Uliss et al. mentioned four cases of RP with neovascularization of which one had NVG with RP with a history of multiple ocular surgeries and other findings like vitreous hemorrhage, subretinal exudation, and diffuse posterior pole edema [3]. Details of systemic inflammatory or ischemic conditions were however lacking in this case.
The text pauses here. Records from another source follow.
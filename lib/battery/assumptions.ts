/**
 * Every spread the forecast assumes, in one place. Shares and factors are one standard
 * deviation unless they say otherwise. They are priors: readings and the fleet move them.
 */
export const ASSUMED = {
  /** Makers rate at currents above those of the field, where a cell gives a little more. */
  capacityMean: 1.03,
  /** Cell-to-cell and lot-to-lot capacity (5-10 % across brands of LR6 under one load). */
  capacitySd: 0.08,
  /**
   * ln(life) from pack to pack in one device: cells of one type differ little (Dong & Gupta
   * found their lives' variation negligible), a device's draw hardly more from pack to pack.
   */
  packLifeSd: 0.05,
  /** Device draw against its duty cycle. */
  drawSd: 0.15,
  /** Draw of a load that never pauses, against what is stated of it. */
  constantDrawSd: 0.07,
  /** Wander of ln(draw) in a year, as a random walk. */
  drawWalkPerYear: 0.05,
  /** A season's draw against the year's mean (cold, daylight, wet-weather reporting). */
  seasonalDrawSd: 0.08,
  /** Draw after a firmware or device change, against the duty cycle. */
  changedDrawSd: 0.35,
  /** How differently the devices of a model take a shift of their draw. */
  deviceShiftSd: 0.1,
  /** Depth at which a new pack starts, beside shelf ageing. */
  startDepthSd: 0.01,
  /** Depth over which a curve's error stays the same, roughly. */
  curveErrorDepth: 0.3,
  /** The same once the curve was learned from finished packs: what is left is the pack's own. */
  taughtErrorDepth: 1,
  /** Readings closer together than this share of the charge share their errors. */
  sharedErrorDepth: 0.04,
  /** Where on the depth axis the curve of this very pack lies. */
  curveDepthSd: 0.012,
  /** Cells of one lot differ; a string ends a little before its mean cell does. */
  weakestCellShare: 0.02,
  /**
   * A stop comes in a month's coldest hour: this much below the month's mean, K, give or take
   * `coldHourSdK` (a temperate month of mean 4 °C has a night of about -7 °C; from memory).
   */
  coldHourK: 11,
  coldHourSdK: 3,
  /** Internal resistance against the table. */
  resistanceSd: 0.25,
  /** Where a load that hardly ever pauses ends beside where the curves say. */
  steadyEndSd: 0.05,
  /** The resistance that decides the end, once learned from where a cohort's packs stopped. */
  taughtEndSd: 0.3,
  /** How unevenly it grows in a year, as a share. */
  resistanceWalkPerYear: 0.1,
  /** Chance that a reading is not of this pack, mistyped, or of another state. */
  outlierShare: 0.04,
  /** Instrument accuracy when none is given, mV. */
  accuracyMv: 10,
  /** Temperature of a reading when only the month's mean is known, K. */
  temperatureSdK: 5,
  /** The same when the site's temperature was logged. */
  loggedTemperatureSdK: 2,
  /**
   * A low loaded reading of Li-SOCl2 is the film's with this chance at the most, rested or kept
   * thin by the device's own pulses, and grows towards it in about so many days (from memory).
   */
  filmMost: 0.95,
  filmMostPulsed: 0.35,
  filmDays: 60,
  /** Readings above this multiple of the fresh resting voltage are impossible. */
  impossibleShare: 1.25,
  /** No date lies further ahead of `now` or the installation than this, days. */
  horizonDays: 40 * 365.2425,
} as const;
A similar case with inverse RP, cataract, scleromalacia, and NVG has been reported, where no source of neovascularization in the posterior segment was found [4]. The authors hypothesized the cause to be chronic scleritis leading to scleromalacia and ischemia thereby causing NVG.

Differentials for bilateral NVG which were considered in this case included systemic inflammatory diseases/atherosclerotic diseases, carotid occlusive diseases leading to OIS, and PDR masked by RP, all of which were ruled out in our case [3,6-8]. Other causes for isolated rubeosis iridis include ocular tumors, chronic retinal detachment or endophthalmitis, chronic inflammation or uveitis, and ocular trauma [8].

Masking of the underlying retinal ischemia in DR can be masked by RP that can be confirmed by angiography and disc leakage [2]. Our patient’s glycated hemoglobin levels were within normal limits and with no vascular changes suggestive of diabetic retinopathy on angiography. We hypothesized the reason for no evidence of retinal neovascularization to be relatively predominant anterior segment ischemia along with some coexisting retinal ischemia which may have been masked by RP, which prevented the development of evident neovascularization in the posterior segment.

Conclusions

In conclusion, our cases showed the following insights into NVG in RP. Though a routine differentials diagnosis for bilateral NVG with RP should include OIS, systemic inflammatory diseases like giant cell arteritis causing retinal vascular occlusions, systemic atherosclerotic diseases, masked PDR, neglected asymptomatic chronic glaucoma should also be kept in mind, especially in the absence of evident systemic factors or retinal neovascularization/angiographic abnormalities. Advanced presentation and optic disc damage may cause visual loss which mandates prompt diagnosis and appropriate treatment in such cases.